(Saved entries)
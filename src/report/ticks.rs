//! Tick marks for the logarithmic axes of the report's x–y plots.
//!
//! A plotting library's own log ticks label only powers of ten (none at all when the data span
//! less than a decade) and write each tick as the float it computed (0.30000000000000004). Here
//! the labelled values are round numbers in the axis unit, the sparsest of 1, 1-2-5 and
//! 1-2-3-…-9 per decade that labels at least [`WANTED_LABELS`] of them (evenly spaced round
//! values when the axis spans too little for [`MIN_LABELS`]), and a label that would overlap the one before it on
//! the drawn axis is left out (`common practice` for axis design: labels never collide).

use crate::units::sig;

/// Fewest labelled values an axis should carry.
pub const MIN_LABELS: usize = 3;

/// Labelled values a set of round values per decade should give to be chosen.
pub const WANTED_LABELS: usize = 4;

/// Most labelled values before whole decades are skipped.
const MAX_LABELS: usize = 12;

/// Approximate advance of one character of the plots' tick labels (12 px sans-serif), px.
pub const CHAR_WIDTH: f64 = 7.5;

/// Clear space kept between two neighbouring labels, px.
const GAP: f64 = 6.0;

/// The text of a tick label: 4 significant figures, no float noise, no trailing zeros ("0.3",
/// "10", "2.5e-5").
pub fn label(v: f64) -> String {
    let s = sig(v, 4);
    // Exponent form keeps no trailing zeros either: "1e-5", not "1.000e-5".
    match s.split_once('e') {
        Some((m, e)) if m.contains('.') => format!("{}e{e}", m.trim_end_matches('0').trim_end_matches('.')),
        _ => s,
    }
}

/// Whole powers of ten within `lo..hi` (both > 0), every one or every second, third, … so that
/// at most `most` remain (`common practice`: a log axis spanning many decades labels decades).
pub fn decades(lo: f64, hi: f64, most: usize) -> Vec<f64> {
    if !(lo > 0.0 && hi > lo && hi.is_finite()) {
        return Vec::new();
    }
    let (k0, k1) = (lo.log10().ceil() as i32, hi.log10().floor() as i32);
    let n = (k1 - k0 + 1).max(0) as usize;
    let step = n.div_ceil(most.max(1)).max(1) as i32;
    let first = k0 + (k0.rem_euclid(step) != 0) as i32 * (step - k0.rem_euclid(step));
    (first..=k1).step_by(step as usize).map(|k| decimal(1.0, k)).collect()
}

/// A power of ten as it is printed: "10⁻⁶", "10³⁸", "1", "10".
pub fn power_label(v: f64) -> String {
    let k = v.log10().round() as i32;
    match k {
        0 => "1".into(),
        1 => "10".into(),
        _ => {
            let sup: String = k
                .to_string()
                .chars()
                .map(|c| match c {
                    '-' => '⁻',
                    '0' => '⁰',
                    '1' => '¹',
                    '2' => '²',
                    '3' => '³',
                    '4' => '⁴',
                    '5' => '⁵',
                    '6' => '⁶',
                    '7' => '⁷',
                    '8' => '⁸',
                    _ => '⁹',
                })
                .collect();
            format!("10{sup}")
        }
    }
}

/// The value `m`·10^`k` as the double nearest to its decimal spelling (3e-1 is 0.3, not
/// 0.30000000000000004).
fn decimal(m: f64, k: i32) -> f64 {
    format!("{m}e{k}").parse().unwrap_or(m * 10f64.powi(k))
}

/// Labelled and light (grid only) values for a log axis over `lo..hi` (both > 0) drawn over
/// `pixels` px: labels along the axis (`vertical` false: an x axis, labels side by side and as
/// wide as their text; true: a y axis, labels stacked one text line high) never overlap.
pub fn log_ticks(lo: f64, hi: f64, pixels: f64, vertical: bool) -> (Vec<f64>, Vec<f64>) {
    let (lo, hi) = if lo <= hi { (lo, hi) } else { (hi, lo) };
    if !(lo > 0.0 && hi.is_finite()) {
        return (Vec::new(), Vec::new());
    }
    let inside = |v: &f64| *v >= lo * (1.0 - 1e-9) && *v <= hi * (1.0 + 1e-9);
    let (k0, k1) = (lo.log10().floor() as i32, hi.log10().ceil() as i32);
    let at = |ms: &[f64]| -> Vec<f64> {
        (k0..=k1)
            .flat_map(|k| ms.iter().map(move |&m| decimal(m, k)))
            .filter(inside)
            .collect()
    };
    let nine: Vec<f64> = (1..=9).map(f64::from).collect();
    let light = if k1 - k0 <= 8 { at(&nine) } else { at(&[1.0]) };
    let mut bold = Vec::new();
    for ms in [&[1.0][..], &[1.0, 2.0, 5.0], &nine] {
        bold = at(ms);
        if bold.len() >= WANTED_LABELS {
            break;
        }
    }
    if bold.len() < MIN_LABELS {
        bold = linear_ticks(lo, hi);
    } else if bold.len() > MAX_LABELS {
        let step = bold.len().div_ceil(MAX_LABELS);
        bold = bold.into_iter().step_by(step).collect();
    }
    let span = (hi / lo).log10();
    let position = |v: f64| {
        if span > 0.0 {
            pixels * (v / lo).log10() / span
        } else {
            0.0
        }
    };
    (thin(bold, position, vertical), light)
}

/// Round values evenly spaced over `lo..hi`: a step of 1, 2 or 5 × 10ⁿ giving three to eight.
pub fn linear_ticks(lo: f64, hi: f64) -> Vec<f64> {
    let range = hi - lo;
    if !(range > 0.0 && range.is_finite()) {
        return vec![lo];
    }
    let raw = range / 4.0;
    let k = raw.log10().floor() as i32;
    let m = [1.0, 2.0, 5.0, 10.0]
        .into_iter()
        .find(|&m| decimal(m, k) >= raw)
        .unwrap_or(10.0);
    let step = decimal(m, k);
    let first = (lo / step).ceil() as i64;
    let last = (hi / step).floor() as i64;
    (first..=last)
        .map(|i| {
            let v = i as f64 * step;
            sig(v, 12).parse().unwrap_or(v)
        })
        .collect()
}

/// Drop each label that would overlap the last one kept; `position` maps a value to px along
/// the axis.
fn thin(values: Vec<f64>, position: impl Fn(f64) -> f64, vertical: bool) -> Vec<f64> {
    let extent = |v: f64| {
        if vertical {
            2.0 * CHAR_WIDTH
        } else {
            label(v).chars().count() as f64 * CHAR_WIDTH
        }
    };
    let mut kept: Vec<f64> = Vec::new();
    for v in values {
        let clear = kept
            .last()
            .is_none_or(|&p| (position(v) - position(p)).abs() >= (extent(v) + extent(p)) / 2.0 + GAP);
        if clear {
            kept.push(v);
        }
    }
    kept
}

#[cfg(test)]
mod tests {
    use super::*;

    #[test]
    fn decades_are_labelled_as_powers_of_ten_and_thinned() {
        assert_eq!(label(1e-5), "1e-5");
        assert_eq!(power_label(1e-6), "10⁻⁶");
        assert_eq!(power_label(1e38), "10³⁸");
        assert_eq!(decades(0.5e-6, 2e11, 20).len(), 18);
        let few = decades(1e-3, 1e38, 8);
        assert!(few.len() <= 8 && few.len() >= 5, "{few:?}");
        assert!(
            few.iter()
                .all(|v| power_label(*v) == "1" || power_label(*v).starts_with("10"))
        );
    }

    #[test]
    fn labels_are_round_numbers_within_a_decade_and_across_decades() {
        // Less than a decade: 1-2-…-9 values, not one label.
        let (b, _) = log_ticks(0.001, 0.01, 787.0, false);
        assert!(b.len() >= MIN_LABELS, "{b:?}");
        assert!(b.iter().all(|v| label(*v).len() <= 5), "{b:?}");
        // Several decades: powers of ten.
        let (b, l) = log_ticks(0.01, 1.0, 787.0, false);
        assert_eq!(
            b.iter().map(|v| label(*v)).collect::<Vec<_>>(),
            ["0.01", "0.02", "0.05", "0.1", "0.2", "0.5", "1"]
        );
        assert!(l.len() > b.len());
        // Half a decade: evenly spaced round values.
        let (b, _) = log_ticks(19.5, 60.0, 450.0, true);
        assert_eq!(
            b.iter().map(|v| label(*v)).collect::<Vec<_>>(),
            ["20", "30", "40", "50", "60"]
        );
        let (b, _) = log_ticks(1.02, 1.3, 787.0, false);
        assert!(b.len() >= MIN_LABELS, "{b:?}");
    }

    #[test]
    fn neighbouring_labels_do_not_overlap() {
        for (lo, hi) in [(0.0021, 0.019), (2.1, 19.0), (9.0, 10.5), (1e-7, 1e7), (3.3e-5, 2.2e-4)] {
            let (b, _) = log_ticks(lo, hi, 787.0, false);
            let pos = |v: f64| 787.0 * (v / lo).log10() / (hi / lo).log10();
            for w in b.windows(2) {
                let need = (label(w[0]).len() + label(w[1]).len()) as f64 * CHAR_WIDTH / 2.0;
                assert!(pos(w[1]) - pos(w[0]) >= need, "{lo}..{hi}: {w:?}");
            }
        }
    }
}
==
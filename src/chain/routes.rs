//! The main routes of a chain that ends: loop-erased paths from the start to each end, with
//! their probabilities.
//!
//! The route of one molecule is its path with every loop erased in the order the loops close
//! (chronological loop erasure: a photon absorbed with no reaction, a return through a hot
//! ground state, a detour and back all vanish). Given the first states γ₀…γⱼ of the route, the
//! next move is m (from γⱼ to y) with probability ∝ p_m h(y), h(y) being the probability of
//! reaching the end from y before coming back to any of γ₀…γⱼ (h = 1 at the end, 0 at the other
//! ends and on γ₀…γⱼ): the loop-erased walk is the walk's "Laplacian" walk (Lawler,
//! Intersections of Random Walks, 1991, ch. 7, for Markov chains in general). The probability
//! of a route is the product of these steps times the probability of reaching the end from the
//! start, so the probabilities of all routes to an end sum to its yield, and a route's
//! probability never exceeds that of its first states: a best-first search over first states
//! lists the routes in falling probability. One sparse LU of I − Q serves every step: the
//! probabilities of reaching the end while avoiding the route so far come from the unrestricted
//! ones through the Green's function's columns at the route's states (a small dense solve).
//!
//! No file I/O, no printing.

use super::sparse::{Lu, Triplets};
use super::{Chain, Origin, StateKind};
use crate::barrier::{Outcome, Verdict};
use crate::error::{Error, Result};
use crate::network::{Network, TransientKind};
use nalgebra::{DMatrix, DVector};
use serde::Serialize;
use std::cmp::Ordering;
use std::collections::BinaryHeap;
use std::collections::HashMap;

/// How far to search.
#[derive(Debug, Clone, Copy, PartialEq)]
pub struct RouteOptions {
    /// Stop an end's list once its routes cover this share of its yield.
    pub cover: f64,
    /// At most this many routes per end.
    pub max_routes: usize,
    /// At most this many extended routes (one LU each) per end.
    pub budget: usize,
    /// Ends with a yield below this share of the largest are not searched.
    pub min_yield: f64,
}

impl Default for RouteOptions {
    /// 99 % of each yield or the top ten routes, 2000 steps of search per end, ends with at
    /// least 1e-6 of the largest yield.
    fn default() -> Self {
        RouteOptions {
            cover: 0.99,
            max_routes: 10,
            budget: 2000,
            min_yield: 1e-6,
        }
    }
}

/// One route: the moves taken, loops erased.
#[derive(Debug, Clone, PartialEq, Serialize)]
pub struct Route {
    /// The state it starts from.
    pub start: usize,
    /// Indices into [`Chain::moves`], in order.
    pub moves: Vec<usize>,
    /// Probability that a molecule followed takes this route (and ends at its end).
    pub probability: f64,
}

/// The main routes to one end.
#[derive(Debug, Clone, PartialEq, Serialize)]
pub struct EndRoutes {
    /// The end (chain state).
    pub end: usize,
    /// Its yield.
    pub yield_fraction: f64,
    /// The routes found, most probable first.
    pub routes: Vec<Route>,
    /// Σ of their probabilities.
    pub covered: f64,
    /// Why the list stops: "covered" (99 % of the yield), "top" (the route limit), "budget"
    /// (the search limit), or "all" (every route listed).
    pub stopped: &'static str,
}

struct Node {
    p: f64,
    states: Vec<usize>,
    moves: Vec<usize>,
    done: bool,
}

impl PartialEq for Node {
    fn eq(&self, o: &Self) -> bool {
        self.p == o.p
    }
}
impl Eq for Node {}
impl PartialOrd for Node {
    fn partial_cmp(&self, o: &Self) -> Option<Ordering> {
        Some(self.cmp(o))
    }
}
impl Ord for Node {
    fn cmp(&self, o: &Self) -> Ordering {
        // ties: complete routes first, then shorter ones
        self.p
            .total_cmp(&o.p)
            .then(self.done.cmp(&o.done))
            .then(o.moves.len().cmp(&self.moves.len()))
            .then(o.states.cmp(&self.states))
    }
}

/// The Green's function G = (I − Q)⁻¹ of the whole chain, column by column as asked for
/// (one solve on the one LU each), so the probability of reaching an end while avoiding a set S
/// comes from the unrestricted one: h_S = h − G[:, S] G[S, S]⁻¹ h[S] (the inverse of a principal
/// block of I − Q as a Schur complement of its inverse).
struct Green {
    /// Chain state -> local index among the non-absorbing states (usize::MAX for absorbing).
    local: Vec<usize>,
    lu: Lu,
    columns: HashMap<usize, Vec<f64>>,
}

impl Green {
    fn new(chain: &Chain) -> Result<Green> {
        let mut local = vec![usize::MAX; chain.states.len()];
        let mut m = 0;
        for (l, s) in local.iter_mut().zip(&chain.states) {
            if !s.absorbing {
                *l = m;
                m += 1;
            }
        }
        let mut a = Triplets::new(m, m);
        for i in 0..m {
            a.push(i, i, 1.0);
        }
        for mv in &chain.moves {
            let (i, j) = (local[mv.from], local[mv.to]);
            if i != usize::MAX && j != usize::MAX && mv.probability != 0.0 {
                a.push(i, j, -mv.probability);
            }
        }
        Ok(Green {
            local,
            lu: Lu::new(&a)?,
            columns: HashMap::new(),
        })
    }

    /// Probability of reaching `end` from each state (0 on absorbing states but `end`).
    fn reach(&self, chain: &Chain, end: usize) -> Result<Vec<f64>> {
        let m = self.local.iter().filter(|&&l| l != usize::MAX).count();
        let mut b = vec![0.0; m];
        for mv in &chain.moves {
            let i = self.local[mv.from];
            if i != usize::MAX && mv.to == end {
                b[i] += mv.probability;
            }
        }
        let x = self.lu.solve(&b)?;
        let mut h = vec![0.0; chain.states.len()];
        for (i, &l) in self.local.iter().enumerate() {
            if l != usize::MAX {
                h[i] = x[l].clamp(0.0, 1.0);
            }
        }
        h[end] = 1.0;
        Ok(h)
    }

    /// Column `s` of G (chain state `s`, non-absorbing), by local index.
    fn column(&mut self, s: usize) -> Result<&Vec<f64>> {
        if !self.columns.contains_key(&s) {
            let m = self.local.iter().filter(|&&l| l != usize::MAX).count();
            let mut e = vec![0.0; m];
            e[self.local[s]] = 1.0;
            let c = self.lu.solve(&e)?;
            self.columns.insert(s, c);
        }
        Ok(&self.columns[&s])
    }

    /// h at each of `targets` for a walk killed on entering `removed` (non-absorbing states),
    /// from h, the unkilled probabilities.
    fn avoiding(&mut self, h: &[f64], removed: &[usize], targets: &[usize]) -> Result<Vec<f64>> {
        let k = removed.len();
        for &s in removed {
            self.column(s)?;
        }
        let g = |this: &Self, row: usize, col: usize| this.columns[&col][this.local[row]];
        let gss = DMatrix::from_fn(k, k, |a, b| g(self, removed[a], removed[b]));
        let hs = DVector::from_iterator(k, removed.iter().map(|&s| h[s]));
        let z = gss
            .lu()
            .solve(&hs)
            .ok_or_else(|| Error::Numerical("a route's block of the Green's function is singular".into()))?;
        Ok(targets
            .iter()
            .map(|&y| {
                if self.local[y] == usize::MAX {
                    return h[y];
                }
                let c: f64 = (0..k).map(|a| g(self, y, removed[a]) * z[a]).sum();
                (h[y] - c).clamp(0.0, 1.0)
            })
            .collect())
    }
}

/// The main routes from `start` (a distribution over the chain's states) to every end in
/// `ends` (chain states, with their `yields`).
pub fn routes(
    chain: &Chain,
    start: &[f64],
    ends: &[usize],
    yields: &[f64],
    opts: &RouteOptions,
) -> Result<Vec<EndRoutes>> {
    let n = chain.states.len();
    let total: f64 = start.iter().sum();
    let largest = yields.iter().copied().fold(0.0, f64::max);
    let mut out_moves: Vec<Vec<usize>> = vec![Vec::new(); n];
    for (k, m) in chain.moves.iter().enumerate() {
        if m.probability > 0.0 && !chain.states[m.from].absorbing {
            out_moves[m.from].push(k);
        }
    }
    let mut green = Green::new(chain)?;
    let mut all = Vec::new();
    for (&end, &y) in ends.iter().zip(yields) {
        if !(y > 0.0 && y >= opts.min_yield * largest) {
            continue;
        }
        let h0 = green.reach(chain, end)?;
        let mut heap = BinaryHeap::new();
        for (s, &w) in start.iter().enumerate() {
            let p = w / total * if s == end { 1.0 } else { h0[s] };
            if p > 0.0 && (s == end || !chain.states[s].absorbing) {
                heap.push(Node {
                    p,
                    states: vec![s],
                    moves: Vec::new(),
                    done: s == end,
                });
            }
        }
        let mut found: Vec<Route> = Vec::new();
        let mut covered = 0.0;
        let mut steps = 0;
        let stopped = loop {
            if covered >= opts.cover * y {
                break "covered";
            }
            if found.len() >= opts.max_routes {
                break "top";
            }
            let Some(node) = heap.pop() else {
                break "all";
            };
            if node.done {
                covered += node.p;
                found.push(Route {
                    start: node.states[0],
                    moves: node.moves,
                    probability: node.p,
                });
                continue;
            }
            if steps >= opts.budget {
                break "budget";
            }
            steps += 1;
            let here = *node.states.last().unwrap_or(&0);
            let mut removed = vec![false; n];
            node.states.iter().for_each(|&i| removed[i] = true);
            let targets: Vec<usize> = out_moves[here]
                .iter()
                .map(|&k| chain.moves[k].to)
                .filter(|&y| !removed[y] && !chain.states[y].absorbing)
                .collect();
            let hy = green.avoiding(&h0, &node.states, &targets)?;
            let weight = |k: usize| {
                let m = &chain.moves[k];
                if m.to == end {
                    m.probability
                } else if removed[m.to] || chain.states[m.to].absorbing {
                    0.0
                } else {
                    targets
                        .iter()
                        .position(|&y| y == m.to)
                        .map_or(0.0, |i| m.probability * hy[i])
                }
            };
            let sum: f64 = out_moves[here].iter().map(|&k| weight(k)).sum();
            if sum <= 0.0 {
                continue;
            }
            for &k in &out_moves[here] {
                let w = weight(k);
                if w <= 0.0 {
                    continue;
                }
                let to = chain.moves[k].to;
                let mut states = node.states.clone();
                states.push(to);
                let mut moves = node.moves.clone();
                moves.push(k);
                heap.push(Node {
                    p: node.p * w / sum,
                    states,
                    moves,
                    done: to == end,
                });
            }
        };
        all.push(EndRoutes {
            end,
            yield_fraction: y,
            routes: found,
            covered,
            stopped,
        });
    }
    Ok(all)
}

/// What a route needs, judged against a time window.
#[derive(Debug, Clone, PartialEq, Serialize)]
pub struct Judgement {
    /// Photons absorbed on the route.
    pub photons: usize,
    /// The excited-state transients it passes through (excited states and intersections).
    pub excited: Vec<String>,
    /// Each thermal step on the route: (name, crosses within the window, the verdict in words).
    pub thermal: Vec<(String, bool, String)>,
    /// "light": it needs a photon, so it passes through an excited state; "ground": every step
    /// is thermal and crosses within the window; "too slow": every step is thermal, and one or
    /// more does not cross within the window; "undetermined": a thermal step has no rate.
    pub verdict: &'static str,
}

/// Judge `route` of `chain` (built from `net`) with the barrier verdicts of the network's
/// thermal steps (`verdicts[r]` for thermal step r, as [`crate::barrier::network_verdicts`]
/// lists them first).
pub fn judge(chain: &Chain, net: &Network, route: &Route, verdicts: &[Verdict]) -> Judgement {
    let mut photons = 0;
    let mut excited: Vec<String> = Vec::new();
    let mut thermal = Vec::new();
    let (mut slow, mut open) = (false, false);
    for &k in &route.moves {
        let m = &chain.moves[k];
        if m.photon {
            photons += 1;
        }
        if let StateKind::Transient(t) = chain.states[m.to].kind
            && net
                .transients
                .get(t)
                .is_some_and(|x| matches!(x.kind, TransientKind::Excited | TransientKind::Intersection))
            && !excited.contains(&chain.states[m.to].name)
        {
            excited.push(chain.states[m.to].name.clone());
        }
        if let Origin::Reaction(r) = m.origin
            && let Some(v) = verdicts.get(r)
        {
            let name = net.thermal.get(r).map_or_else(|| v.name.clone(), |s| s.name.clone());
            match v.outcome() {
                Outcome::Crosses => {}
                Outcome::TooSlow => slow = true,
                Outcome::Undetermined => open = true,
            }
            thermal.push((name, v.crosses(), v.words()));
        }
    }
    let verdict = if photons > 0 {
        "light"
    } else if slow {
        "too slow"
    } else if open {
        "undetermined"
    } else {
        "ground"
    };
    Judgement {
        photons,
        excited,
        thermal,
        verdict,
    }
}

# Exercise description
Reproduce the lines of the entries above from the one with "if i != usize::MAX && j" to the one with "the unkilled probabilities.", both included, exactly and without any other line.

# Response to this task
            if i != usize::MAX && j != usize::MAX && mv.probability != 0.0 {
                a.push(i, j, -mv.probability);
            }
        }
        Ok(Green {
            local,
            lu: Lu::new(&a)?,
            columns: HashMap::new(),
        })
    }

    /// Probability of reaching `end` from each state (0 on absorbing states but `end`).
    fn reach(&self, chain: &Chain, end: usize) -> Result<Vec<f64>> {
        let m = self.local.iter().filter(|&&l| l != usize::MAX).count();
        let mut b = vec![0.0; m];
        for mv in &chain.moves {
            let i = self.local[mv.from];
            if i != usize::MAX && mv.to == end {
                b[i] += mv.probability;
            }
        }
        let x = self.lu.solve(&b)?;
        let mut h = vec![0.0; chain.states.len()];
        for (i, &l) in self.local.iter().enumerate() {
            if l != usize::MAX {
                h[i] = x[l].clamp(0.0, 1.0);
            }
        }
        h[end] = 1.0;
        Ok(h)
    }

    /// Column `s` of G (chain state `s`, non-absorbing), by local index.
    fn column(&mut self, s: usize) -> Result<&Vec<f64>> {
        if !self.columns.contains_key(&s) {
            let m = self.local.iter().filter(|&&l| l != usize::MAX).count();
            let mut e = vec![0.0; m];
            e[self.local[s]] = 1.0;
            let c = self.lu.solve(&e)?;
            self.columns.insert(s, c);
        }
        Ok(&self.columns[&s])
    }

    /// h at each of `targets` for a walk killed on entering `removed` (non-absorbing states),
    /// from h, the unkilled probabilities.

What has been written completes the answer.